Since the Indians did not have the concept of property or property rights—they didn’t have a settled society, they had predominantly nomadic tribal “cultures”—they didn’t have rights to the land, and there was no reason for anyone to grant them rights that they had not conceived of and were not using …

What were they fighting for, in opposing the white man on this continent? For their wish to continue a primitive existence; for their “right” to keep part of the earth untouched—to keep everybody out so they could live like animals or cavemen. Any European who brought with him an element of civilization had the right to take over this continent, and it’s great that some of them did. The racist Indians today—those who condemn America—do not respect individual rights.

Ayn Rand,  Address To The Graduating Class Of The United States Military Academy at West Point, 1974

It’s sickening to read this gobsmacking trash. But it’s perhaps even more sickening that people like Alan Greenspan consider Rand some kind of intellectual hero.

Alan Greenspan isn’t just a bad economist. He’s a bad person. What else can one think of a person that considers Ayn Rand — with the ugliest psychopathic philosophy the postwar world has produced — one of the great thinkers of the 20th century? A person that even co-edited a book with her — maintaining that unregulated capitalism is a “superlatively moral system”. A person that in his memoirs tries to reduce his admiration for Rand to a youthful indiscretion — but who actually still today can’t be described as anything else than a loyal Randian disciple.

As shown in Reich’s video, Ayn Rand and her objectivist philosophy have more disciples than Greenspan. But as Hilary Putnam rightfully noticed in The Collapse of the Fact/Value Dichotomy (Harvard University Press, 2002) it’s doubtful if it even qualifies as a real philosophy:

It cannot be the case that the only universally valid norm refers solely to discourse. It is, after all, possible for someone to recognize truth-telling as a binding norm while otherwise being guided solely by ‘enlightened egoism.’ (This is, indeed, the way of life that was recommended by the influential if amateurish philosophizer – I cannot call her a philosopher – Ayn Rand.) But such a person can violate the spirit if not the letter of the principle of communicative action at every turn. After all, communicative action is contrasted with manipulation, and as such a person can manipulate people without violating the maxims of ‘sincerity, truth-telling, and saying only what one believes to be rationally warranted.’ Ayn Rand’s capitalist heroes manipulated people all the time (even if she didn’t consider it manipulation) via their control of capital, for example. Indeed, the person who says, ‘do what I want or I’ll shoot you,’ need not be violating any maxim concerned solely with discourse. But it would be a mistake to use such examples as objections to Habermasian ‘discourse ethics.’

In her diary from 1928, Ayn Rand approvingly quotes a statement made by William Edward Hickman – “What is good for me is right.” Rand is enthusiastic and writes: “The best and strongest expression of a real man’s psychology I have heard.”

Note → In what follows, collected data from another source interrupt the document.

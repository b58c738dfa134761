import type { Request } from 'express';
import { audit } from '../../lib/audit';
import { clearCsrfCookie, issueCsrfToken } from '../../lib/csrf';
import { withScope } from '../../lib/db';
import { AppError, Forbidden, Unauthorized } from '../../lib/errors';
import { sessionCookieName } from '../../lib/session';
import { defineRoute } from '../../routing/route';
import { ActiveOrganisationBody, LoginBody, MeDto, SessionDto } from './auth.schemas';
import { assertMember, buildMe } from './auth.service';

function regenerate(req: Request): Promise<void> {
  return new Promise((resolve, reject) => req.session.regenerate((error) => (error ? reject(error) : resolve())));
}

function destroy(req: Request): Promise<void> {
  return new Promise((resolve, reject) => req.session.destroy((error) => (error ? reject(error) : resolve())));
}

export const authRoutes = [
  defineRoute({
    method: 'get',
    path: '/api/auth/csrf',
    permission: 'public',
    summary: 'Issue the XSRF-TOKEN cookie for this session',
    response: 'none',
    handler: ({ req, res, services }) => {
      issueCsrfToken(req, res, services.env);
    },
  }),

  defineRoute({
    method: 'post',
    path: '/api/auth/login',
    permission: 'public',
    sessionOnly: true,
    rateLimit: 'login',
    summary: 'Sign in with e-mail and password',
    body: LoginBody,
    response: MeDto,
    handler: async ({ req, res, services, ctx }) => {
      const user = await services.signIn(req, res);
      if (!user) throw new Unauthorized('invalid_credentials', 'E-mail or password is wrong.');
      if (user.isDemo && services.env.NODE_ENV === 'production') {
        throw new Forbidden('demo_account_refused', 'Demo accounts cannot sign in on a production server.');
      }
      const me = await withScope(services.db, { tenantId: null, userId: user.id }, (trx) => buildMe(trx, user.id, null));
      // A fresh session id at sign-in, so an id planted before sign-in is worthless (session fixation).
      await regenerate(req);
      req.session.userId = user.id;
      req.session.organisationId = me.organisation.id;
      issueCsrfToken(req, res, services.env);
      await withScope(services.db, { tenantId: me.organisation.id, userId: user.id }, (trx) =>
        audit(
          { tenantId: me.organisation.id, userId: user.id, requestId: ctx.requestId, db: trx },
          { action: 'session.signed_in', entity: 'user', entityId: user.id },
        ),
      );
      return me;
    },
  }),

  defineRoute({
    method: 'post',
    path: '/api/auth/logout',
    permission: 'public',
    sessionOnly: true,
    summary: 'Sign out (ends the session)',
    response: 'none',
    handler: async ({ req, res, services }) => {
      if (req.session) await destroy(req);
      res.clearCookie(sessionCookieName, { path: '/', httpOnly: true, sameSite: 'lax', secure: services.env.NODE_ENV === 'production' });
      clearCsrfCookie(res, services.env);
    },
  }),

  defineRoute({
    method: 'get',
    path: '/api/auth/session',
    permission: 'public',
    summary: 'Who is signed in, or null — answers 200 either way, so a signed-out start-up is not an error',
    response: SessionDto,
    handler: async ({ req, services }) => {
      const userId = req.session?.userId;
      if (!userId) return { me: null };
      try {
        const me = await withScope(services.db, { tenantId: null, userId }, (trx) => buildMe(trx, userId, req.session.organisationId ?? null));
        if (req.session.organisationId !== me.organisation.id) req.session.organisationId = me.organisation.id;
        return { me };
      } catch (error) {
        // A session whose user lost every membership (or was disabled) counts as signed out.
        if (error instanceof AppError && error.status < 500) return { me: null };
        throw error;
      }
    },
  }),

  defineRoute({
    method: 'get',
    path: '/api/me',
    permission: 'authenticated',
    summary: 'The signed-in user, active organisation, role and permissions',
    response: MeDto,
    handler: async ({ ctx, req }) => {
      const me = await buildMe(ctx.db, ctx.userId, ctx.organisationId);
      // The active organisation may have gone (membership removed): remember the fallback.
      if (req.session.organisationId !== me.organisation.id) req.session.organisationId = me.organisation.id;
      return me;
    },
  }),

  defineRoute({
    method: 'put',
    path: '/api/me/active-organisation',
    permission: 'authenticated',
    sessionOnly: true,
    summary: 'Switch the active organisation',
    body: ActiveOrganisationBody,
    response: MeDto,
    handler: async ({ ctx, body, req }) => {
      await assertMember(ctx.db, ctx.userId, body.organisationId);
      req.session.organisationId = body.organisationId;
      return buildMe(ctx.db, ctx.userId, body.organisationId);
    },
  }),
];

Later she models one of her heroes  – Danny Renahan – after Hickman. Renahan is portrayed as

born with a wonderful, free, light consciousness — [resulting from] the absolute lack of social instinct or herd feeling. He does not understand, because he has no organ for understanding, the necessity, meaning, or importance of other people … Other people do not exist for him and he does not understand why they should.

Who was this  Hickman that so inspired Rand?

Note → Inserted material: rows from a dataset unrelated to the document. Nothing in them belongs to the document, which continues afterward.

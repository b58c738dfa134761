import type { ScatterDataPoint } from 'chart.js';

import type { Column, Review, ReviewHourly } from '../../core/api/review-api';

/*
 * Reads the review's column series for the chart and the table. The API sends one array per
 * field; the chart wants points and the table wants rows, so each is built here, in one pass,
 * only for the channel and limits on screen.
 */

/** An hour's value of a channel, decoded from the columns. */
export interface ChannelHour {
  value: number | null;
  /** `valid`, `invalid`, `not_operating` … */
  status: string;
  /** Share of the hour covered by valid readings, 0–1. */
  coverage: number | null;
  reason: string | null;
}

/** An hour's value of a limit, decoded from the columns. */
export interface LimitHour {
  value: number | null;
  status: string;
  reason: string | null;
}

/** One row of the hourly table: the hour, the channel's value and its limits' values. */
export interface HourRow {
  /** ISO 8601 UTC instant the hour starts. */
  hourStart: string;
  channels: Record<string, ChannelHour>;
  limits: Record<string, LimitHour>;
}

/** Start of hour i, epoch ms. */
export function hourStartMs(hourly: ReviewHourly, i: number): number {
  return hourly.fromMs + i * hourly.stepMs;
}

function word(legend: readonly string[], code: number | null | undefined): string | null {
  return code === null || code === undefined ? null : (legend[code] ?? null);
}

function reasonWord(legend: readonly string[], code: number | null | undefined): string | null {
  const reason = word(legend, code);
  return reason === 'none' ? null : reason;
}

/**
 * The table's rows: every hour of the period, with the channel's entry and those of the given
 * limits where an hour is stored (an hour without one has no entry, as the table shows "—").
 */
export function hourRows(review: Review, channelId: string, limitIds: readonly string[]): HourRow[] {
  const hourly = review.hourly;
  const { statusLegend, reasonLegend } = hourly;
  const channel = hourly.channels[channelId];
  const limits = limitIds.map((id) => [id, hourly.limits[id]] as const).filter(([, columns]) => columns !== undefined);
  const rows: HourRow[] = new Array(hourly.count);
  for (let i = 0; i < hourly.count; i++) {
    const row: HourRow = { hourStart: new Date(hourStartMs(hourly, i)).toISOString(), channels: {}, limits: {} };
    const status = word(statusLegend, channel?.status[i]);
    if (channel && status !== null) {
      row.channels[channelId] = { value: channel.value[i] ?? null, status, coverage: channel.coverage[i] ?? null, reason: reasonWord(reasonLegend, channel.reason[i]) };
    }
    for (const [id, columns] of limits) {
      const limitStatus = word(statusLegend, columns!.status[i]);
      if (limitStatus !== null) row.limits[id] = { value: columns!.value[i] ?? null, status: limitStatus, reason: reasonWord(reasonLegend, columns!.reason[i]) };
    }
    rows[i] = row;
  }
  return rows;
}

/**
 * Chart points of an hourly column. NaN, not null, marks an hour without a value: with parsing
 * off, Chart.js leaves a gap there.
 */
export function hourlyPoints(hourly: ReviewHourly, values: Column | undefined): ScatterDataPoint[] {
  const points: ScatterDataPoint[] = new Array(hourly.count);
  for (let i = 0; i < hourly.count; i++) points[i] = { x: hourStartMs(hourly, i), y: values?.[i] ?? NaN };
  return points;
}

/** Chart points of a limit's daily (measured) averages, one at the start of each day. */
export function dailyPoints(review: Review, limitId: string): ScatterDataPoint[] {
  const values = review.daily.limits[limitId]?.value;
  return review.daily.dayStart.map((start, k) => ({ x: Date.parse(start), y: values?.[k] ?? NaN }));
}

/** Runs of consecutive hours whose status is not valid, as [start, end) in epoch ms. */
export function invalidRanges(review: Review, channelId: string | null, limitId: string | null): [number, number][] {
  const hourly = review.hourly;
  const valid = hourly.statusLegend.indexOf('valid');
  const channelStatus = channelId ? hourly.channels[channelId]?.status : undefined;
  const limitStatus = limitId ? hourly.limits[limitId]?.status : undefined;
  const notValid = (status: Column | undefined, i: number) => {
    const code = status?.[i];
    return code !== null && code !== undefined && code !== valid;
  };
  const ranges: [number, number][] = [];
  for (let i = 0; i < hourly.count; i++) {
    if (!notValid(channelStatus, i) && !notValid(limitStatus, i)) continue;
    const start = hourStartMs(hourly, i);
    const last = ranges[ranges.length - 1];
    if (last && last[1] === start) last[1] = start + hourly.stepMs;
    else ranges.push([start, start + hourly.stepMs]);
  }
  return ranges;
}

/** Whether any channel has a value in the period. */
export function hasValues(review: Review): boolean {
  return Object.values(review.hourly.channels).some((columns) => columns.value.some((v) => v !== null));
}
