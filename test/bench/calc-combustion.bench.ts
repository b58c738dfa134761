/**
 * Benchmark of the combustion half of @flueledger/calc:
 * 1. the per-reading series conversion ppm → mg/Nm3 → dry → reference O2 over 1,000,000
 *    readings, against a bare Float64Array loop doing the same arithmetic in the same run
 *    (goal ≤ 2×);
 * 2. one equilibrium adiabatic flame temperature (goal < 20 ms, median of several).
 * Run: node --import tsx test/bench/calc-combustion.bench.ts
 */
import {
  adiabaticFlameTemperature,
  convertSeries,
  correctSeriesToReferenceO2,
  mgPerNm3PerPpm,
  ppmSeriesToMgPerNm3,
  wetSeriesToDry,
  type Fuel,
} from '../../packages/calc/src/index';

const READINGS = 1_000_000;
const REFERENCE_O2_PERCENT = 3;
const AMBIENT_O2_PERCENT = 21;

function median(values: number[]): number {
  const sorted = [...values].sort((a, b) => a - b);
  const mid = sorted.length >> 1;
  return sorted.length % 2 ? sorted[mid]! : (sorted[mid - 1]! + sorted[mid]!) / 2;
}

function timeMs(run: () => void, repeats: number): number {
  const times: number[] = [];
  for (let r = 0; r < repeats; r++) {
    const start = performance.now();
    run();
    times.push(performance.now() - start);
  }
  return median(times);
}

// Invented readings: a deterministic pseudo-random series with 1 % missing values.
let seed = 12345;
const random = () => ((seed = (seed * 1103515245 + 12345) & 0x7fffffff) / 0x7fffffff);
const noxPpmWet = new Float64Array(READINGS);
const moisturePercent = new Float64Array(READINGS);
const o2PercentDry = new Float64Array(READINGS);
for (let i = 0; i < READINGS; i++) {
  noxPpmWet[i] = random() < 0.01 ? Number.NaN : 20 + 80 * random();
  moisturePercent[i] = 8 + 10 * random();
  o2PercentDry[i] = 2 + 8 * random();
}
const out = new Float64Array(READINGS);
const bareOut = new Float64Array(READINGS);
const mgPerPpm = mgPerNm3PerPpm('NOx');

// The reference: the same arithmetic as a plain loop over Float64Arrays, no validation.
function bareConversion(ppm: Float64Array, moisture: Float64Array, o2: Float64Array, result: Float64Array): void {
  const k = mgPerPpm * (AMBIENT_O2_PERCENT - REFERENCE_O2_PERCENT);
  for (let i = 0; i < ppm.length; i++) {
    result[i] = ((ppm[i]! / (1 - moisture[i]! / 100)) * k) / (AMBIENT_O2_PERCENT - o2[i]!);
  }
}
const bareLoop = (): void => bareConversion(noxPpmWet, moisturePercent, o2PercentDry, bareOut);

function seriesConversion(): void {
  convertSeries(
    noxPpmWet,
    { fromUnit: 'ppm', species: 'NOx', basis: 'wet', moisturePercent, measuredO2PercentDry: o2PercentDry, referenceO2Percent: REFERENCE_O2_PERCENT, ambientO2Percent: AMBIENT_O2_PERCENT },
    out,
  );
}

function chainedSeries(): void {
  ppmSeriesToMgPerNm3(noxPpmWet, 'NOx', undefined, out);
  wetSeriesToDry(out, moisturePercent, out);
  correctSeriesToReferenceO2(out, o2PercentDry, REFERENCE_O2_PERCENT, { ambientO2Percent: AMBIENT_O2_PERCENT }, out);
}

// Warm up (JIT) before timing.
for (let i = 0; i < 5; i++) {
  bareLoop();
  seriesConversion();
  chainedSeries();
}
// Both must compute the same numbers, or the comparison means nothing.
seriesConversion();
bareLoop();
for (let i = 0; i < READINGS; i += 997) {
  const a = out[i]!;
  const b = bareOut[i]!;
  if (!(Number.isNaN(a) && Number.isNaN(b)) && Math.abs(a - b) > 1e-9 * Math.abs(b)) throw new Error(`series and bare loop differ at ${i}: ${a} vs ${b}`);
}

// Interleave the runs so that load from other processes hits all of them alike; report medians.
const bareTimes: number[] = [];
const seriesTimes: number[] = [];
const chainedTimes: number[] = [];
for (let r = 0; r < 15; r++) {
  bareTimes.push(timeMs(bareLoop, 1));
  seriesTimes.push(timeMs(seriesConversion, 1));
  chainedTimes.push(timeMs(chainedSeries, 1));
}
const bareMs = median(bareTimes);
const seriesMs = median(seriesTimes);
const chainedMs = median(chainedTimes);
console.log(`calc: series conversion 1e6 readings  ${seriesMs.toFixed(1)} ms  ratio ${(seriesMs / bareMs).toFixed(2)}x vs bare loop ${bareMs.toFixed(1)} ms (goal ≤ 2x)`);
console.log(`calc: chained series calls 1e6 readings  ${chainedMs.toFixed(1)} ms  ratio ${(chainedMs / bareMs).toFixed(2)}x vs bare loop (three passes; informational)`);

const methane: Fuel = { kind: 'gas', composition: { CH4: 100 } };
for (let i = 0; i < 10; i++) adiabaticFlameTemperature(methane, { model: 'equilibrium' });
const flameTimes: number[] = [];
let flameK = 0;
for (let i = 0; i < 25; i++) {
  const start = performance.now();
  flameK = adiabaticFlameTemperature(methane, { model: 'equilibrium', equivalenceRatio: 0.8 + (i % 5) * 0.1 }).temperatureK;
  flameTimes.push(performance.now() - start);
}
console.log(`calc: equilibrium flame temperature  ${median(flameTimes).toFixed(2)} ms  median of ${flameTimes.length} (methane–air, φ 0.8–1.2; last ${flameK.toFixed(0)} K) (goal < 20 ms)`);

Hickman was a notorious bank robber, child kidnapper and mass murderer. One of the most hated and heinous criminals in U. S. history.

How people like Alan Greenspan and Paul Ryan — not to mention all modern-day ‘objectivist’ disciples — can consider Ayn Rand “one of the greatest thinkers of the 20th century” is beyond comprehension. It’s sickening.

Mill’s methods of causal inference (student stuff)

29 Aug, 2022 at 10:40 | Posted in Theory of Science & Methodology | Comments Off on Mill’s methods of causal inference (student stuff)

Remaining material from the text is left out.